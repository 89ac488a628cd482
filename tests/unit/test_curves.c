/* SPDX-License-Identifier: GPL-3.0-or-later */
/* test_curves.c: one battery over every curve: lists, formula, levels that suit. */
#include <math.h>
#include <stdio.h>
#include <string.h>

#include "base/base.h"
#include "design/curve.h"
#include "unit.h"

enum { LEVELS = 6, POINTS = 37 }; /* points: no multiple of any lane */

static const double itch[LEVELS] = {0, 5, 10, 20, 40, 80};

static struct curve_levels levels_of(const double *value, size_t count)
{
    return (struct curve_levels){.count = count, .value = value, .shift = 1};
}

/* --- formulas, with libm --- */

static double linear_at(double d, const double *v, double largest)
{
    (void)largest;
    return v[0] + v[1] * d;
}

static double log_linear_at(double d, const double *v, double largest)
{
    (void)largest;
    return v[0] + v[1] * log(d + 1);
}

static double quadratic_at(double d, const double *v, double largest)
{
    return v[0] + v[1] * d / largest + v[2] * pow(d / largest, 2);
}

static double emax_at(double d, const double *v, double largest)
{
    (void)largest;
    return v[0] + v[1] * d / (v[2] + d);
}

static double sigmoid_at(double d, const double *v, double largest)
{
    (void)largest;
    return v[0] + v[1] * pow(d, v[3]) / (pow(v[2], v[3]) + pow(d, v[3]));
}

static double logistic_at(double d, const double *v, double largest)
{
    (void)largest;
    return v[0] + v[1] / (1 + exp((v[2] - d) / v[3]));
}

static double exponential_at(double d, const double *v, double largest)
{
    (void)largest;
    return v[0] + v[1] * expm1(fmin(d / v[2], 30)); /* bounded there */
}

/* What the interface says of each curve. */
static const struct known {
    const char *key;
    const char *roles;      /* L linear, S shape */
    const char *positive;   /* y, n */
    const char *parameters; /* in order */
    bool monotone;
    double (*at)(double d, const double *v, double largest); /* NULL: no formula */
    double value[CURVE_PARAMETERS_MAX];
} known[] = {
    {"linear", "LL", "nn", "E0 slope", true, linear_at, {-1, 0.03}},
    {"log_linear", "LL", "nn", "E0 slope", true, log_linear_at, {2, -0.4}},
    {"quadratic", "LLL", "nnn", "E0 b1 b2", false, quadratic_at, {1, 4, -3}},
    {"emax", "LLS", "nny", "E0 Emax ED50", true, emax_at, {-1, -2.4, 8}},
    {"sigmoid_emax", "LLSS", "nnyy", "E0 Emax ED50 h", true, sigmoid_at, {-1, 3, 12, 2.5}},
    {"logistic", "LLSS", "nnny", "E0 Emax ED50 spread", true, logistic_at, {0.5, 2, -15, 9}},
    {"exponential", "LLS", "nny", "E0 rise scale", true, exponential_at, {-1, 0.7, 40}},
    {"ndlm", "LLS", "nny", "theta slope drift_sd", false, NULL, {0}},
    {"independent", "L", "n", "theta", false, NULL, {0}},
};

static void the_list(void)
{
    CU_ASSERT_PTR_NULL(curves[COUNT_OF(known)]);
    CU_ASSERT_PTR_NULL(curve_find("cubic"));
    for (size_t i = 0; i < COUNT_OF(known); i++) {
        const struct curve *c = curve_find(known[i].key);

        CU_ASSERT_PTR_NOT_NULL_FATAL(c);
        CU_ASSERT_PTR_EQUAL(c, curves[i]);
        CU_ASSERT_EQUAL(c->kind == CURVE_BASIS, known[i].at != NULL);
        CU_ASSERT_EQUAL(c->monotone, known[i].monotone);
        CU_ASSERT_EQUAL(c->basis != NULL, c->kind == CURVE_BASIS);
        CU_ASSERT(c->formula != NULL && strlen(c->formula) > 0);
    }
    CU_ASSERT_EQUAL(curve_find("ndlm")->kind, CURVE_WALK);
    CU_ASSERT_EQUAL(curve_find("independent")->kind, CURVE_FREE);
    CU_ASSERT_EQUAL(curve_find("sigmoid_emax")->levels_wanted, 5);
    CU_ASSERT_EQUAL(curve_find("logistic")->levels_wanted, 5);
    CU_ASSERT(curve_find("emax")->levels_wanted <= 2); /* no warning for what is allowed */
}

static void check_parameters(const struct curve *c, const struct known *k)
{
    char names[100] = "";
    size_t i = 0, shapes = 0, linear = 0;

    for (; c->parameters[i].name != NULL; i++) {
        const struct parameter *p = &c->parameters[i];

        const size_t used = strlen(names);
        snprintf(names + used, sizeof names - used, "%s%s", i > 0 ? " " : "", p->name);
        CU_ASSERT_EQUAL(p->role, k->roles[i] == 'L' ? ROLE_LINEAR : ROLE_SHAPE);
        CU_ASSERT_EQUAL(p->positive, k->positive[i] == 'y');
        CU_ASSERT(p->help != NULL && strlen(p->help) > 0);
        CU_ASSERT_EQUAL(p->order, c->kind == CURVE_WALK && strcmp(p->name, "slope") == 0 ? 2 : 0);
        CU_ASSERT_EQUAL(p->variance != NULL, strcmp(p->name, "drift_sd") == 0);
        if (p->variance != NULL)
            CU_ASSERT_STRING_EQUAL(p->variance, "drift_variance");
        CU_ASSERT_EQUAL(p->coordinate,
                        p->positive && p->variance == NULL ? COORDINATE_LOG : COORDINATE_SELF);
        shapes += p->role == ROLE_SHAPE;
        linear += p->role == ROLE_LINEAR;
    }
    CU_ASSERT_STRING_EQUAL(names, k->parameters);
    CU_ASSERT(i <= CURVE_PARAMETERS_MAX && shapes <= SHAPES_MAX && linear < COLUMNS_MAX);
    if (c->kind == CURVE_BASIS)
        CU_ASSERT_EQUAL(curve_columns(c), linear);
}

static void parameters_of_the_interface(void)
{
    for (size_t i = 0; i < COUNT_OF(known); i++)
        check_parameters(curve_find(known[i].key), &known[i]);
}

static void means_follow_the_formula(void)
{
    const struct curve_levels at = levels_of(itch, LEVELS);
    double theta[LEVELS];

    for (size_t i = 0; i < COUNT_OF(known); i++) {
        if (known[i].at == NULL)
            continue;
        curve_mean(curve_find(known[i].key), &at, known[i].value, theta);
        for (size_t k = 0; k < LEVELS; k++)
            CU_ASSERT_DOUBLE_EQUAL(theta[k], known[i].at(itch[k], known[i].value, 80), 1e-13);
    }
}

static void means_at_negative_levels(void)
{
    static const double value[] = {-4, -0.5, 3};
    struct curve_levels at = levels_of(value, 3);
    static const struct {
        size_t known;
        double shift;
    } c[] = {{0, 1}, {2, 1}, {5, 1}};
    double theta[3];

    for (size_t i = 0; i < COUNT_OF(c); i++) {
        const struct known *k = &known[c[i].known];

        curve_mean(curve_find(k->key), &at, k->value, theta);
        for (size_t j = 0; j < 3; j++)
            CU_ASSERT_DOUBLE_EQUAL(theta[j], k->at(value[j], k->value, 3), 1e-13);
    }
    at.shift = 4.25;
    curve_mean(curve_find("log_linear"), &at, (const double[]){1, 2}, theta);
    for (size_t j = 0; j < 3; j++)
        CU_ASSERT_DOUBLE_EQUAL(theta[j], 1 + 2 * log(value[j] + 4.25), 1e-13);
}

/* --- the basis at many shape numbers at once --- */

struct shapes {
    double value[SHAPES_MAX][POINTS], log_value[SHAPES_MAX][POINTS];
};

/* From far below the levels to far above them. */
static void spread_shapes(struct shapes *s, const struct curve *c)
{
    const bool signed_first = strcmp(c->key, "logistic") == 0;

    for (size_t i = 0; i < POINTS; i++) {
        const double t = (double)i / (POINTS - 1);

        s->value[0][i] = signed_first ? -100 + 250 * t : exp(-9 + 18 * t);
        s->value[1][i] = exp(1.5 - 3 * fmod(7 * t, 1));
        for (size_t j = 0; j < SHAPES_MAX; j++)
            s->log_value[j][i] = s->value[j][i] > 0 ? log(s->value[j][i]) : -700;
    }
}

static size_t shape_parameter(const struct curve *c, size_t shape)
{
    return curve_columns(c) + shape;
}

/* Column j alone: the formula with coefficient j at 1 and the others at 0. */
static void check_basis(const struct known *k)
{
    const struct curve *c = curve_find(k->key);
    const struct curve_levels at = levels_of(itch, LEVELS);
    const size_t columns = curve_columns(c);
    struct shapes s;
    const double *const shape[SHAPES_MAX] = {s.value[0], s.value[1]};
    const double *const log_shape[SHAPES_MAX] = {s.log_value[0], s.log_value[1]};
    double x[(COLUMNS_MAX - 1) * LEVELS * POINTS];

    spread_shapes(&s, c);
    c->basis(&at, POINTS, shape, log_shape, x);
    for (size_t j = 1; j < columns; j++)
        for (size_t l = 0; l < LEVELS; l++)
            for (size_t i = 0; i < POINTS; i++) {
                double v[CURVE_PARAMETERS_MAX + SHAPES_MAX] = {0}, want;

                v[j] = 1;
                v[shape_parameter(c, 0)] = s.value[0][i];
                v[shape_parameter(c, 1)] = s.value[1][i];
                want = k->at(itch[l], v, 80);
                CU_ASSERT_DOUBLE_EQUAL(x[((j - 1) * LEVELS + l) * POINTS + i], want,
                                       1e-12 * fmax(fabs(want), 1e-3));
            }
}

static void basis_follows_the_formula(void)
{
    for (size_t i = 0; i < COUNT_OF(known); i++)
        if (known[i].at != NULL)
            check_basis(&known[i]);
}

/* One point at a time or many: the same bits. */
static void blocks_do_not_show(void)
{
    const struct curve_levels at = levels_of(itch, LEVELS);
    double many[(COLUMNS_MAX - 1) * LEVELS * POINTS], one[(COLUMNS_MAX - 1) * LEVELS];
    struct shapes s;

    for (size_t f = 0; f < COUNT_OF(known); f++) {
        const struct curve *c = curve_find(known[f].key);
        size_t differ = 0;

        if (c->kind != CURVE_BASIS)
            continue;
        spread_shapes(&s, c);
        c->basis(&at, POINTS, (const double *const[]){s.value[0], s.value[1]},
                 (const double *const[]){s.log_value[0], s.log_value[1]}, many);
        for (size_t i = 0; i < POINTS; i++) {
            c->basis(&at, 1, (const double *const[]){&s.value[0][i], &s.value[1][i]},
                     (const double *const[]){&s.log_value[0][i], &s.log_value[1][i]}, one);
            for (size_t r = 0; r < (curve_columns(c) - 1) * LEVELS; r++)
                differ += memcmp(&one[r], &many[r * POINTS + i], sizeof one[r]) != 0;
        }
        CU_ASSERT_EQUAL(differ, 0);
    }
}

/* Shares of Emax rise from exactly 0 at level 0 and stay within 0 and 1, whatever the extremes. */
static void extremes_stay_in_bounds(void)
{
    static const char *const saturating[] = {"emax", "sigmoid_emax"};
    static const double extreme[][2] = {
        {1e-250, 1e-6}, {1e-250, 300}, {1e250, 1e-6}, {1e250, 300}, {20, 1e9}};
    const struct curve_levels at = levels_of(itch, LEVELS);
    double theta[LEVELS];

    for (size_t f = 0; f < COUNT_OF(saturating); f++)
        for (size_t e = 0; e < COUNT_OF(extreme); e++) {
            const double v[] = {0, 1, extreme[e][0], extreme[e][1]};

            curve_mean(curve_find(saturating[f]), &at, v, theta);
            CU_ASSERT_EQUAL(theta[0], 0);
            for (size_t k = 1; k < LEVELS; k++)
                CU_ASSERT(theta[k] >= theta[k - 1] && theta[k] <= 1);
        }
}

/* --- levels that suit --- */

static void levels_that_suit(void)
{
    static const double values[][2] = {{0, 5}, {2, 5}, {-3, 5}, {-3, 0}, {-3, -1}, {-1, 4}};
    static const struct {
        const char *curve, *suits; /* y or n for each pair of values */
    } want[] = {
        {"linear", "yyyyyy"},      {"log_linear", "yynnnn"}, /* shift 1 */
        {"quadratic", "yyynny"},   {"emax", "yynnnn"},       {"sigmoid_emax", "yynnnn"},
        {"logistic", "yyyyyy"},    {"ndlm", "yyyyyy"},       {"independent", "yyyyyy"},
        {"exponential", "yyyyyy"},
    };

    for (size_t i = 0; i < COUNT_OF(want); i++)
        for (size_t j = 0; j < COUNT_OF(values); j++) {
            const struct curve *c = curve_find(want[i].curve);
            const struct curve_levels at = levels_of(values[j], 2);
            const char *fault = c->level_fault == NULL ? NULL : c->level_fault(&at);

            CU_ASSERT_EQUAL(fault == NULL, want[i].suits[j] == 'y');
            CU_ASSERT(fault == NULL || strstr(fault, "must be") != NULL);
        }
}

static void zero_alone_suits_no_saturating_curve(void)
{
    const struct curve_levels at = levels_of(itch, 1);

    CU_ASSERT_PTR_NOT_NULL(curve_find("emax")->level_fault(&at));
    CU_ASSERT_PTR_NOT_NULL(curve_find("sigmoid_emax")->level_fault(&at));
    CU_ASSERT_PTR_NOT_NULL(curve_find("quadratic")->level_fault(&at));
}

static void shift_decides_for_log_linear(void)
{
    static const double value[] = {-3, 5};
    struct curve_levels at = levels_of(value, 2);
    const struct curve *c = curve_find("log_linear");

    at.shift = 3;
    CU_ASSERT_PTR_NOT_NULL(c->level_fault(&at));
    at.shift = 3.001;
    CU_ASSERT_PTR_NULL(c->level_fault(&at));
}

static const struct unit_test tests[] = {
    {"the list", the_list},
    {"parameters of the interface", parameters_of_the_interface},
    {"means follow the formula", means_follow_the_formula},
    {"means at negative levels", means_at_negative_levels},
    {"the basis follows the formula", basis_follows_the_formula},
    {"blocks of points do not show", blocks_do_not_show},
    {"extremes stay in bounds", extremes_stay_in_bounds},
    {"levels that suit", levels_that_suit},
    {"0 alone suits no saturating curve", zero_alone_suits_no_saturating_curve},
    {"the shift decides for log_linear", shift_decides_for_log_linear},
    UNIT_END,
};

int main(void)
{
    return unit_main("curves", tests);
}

...

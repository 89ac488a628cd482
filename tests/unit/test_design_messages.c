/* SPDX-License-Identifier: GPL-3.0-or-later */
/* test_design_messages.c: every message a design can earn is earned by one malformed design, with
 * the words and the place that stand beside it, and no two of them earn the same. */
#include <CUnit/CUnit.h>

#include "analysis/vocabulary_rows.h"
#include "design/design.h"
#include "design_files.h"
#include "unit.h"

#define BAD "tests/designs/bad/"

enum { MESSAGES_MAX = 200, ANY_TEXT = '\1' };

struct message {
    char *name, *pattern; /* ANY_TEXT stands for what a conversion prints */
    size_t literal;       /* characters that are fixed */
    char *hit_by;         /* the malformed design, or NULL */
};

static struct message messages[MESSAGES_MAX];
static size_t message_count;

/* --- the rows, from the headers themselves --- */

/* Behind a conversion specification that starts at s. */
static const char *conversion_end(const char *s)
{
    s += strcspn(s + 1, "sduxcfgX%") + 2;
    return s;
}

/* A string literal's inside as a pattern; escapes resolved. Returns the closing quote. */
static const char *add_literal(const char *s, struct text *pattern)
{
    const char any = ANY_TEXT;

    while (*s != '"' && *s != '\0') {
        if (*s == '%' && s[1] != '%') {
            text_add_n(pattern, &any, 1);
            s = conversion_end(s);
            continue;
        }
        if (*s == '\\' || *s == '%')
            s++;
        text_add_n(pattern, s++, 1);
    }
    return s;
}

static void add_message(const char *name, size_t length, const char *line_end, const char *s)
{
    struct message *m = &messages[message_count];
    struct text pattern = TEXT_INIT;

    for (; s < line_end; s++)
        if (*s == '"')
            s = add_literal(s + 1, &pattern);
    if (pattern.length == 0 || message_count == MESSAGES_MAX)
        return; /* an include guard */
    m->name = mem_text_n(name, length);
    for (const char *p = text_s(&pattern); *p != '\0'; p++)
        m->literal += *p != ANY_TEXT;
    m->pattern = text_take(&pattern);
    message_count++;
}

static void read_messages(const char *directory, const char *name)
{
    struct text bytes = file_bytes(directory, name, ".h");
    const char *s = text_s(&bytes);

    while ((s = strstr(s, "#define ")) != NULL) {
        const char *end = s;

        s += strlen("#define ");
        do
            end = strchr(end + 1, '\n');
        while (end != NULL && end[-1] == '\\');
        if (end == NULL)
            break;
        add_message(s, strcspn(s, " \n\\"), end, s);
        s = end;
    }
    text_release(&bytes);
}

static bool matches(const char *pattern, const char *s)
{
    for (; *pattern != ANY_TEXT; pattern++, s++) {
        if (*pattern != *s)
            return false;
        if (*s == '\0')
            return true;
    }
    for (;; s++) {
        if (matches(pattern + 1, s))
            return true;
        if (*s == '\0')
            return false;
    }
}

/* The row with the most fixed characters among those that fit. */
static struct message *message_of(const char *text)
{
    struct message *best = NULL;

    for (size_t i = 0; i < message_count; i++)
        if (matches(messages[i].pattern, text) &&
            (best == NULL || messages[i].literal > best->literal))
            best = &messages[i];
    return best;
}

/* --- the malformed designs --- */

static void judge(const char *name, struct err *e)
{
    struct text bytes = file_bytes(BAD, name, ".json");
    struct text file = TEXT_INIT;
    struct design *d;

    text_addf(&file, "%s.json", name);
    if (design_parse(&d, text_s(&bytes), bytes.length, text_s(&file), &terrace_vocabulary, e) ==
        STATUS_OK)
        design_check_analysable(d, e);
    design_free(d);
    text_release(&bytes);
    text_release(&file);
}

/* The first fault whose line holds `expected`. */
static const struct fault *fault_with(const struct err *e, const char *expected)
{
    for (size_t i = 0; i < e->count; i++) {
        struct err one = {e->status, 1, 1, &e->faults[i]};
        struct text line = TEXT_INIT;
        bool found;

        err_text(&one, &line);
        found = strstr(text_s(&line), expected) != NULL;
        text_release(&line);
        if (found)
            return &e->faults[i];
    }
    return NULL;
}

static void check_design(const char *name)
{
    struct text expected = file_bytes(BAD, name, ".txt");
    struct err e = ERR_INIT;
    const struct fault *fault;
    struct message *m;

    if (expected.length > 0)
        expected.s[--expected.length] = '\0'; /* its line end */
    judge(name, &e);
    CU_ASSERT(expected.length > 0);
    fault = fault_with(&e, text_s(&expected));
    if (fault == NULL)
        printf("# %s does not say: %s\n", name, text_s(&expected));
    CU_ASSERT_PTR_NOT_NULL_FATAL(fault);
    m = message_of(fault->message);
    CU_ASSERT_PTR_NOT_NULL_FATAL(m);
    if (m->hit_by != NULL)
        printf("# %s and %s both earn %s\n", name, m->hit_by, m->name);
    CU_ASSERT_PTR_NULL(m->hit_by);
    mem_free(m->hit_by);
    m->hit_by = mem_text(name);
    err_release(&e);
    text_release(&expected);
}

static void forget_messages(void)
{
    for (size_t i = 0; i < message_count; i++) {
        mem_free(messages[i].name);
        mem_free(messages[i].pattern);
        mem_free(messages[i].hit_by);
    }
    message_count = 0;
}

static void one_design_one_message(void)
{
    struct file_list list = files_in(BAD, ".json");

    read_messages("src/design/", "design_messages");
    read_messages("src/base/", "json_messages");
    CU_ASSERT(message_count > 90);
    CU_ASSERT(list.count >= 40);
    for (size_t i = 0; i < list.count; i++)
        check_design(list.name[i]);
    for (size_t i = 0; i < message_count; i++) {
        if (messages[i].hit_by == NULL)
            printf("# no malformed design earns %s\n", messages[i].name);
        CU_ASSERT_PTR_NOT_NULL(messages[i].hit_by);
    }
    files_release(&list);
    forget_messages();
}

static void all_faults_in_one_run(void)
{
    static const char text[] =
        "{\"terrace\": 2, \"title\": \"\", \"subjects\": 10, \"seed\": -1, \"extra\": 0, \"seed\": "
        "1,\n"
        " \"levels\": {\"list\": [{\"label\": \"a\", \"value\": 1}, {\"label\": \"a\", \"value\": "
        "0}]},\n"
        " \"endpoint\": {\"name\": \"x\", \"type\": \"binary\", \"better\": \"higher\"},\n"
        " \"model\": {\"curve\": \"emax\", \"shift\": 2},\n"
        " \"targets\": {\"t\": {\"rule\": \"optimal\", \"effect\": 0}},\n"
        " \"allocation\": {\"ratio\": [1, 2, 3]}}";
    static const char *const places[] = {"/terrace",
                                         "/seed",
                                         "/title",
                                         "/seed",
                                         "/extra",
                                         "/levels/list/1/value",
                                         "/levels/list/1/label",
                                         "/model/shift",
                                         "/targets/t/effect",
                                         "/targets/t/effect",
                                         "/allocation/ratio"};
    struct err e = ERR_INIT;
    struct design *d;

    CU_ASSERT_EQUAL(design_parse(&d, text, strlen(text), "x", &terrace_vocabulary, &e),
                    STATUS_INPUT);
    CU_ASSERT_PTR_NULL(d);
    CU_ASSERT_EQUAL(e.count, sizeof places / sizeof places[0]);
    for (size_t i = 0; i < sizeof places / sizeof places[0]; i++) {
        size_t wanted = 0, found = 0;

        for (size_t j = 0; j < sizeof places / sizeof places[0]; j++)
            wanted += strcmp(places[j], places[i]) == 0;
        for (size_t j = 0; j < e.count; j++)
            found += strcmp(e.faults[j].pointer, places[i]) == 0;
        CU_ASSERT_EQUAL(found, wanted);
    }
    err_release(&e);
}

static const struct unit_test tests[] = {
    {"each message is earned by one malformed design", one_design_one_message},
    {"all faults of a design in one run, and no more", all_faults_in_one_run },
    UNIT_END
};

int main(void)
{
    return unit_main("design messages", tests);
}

• _Assignment_:
Working through the records, copy each line in which the word "enum" appears.

• _Reply to the exercise_:
enum { LEVELS = 6, POINTS = 37 }; /* points: no multiple of any lane */
enum { MESSAGES_MAX = 200, ANY_TEXT = '\1' };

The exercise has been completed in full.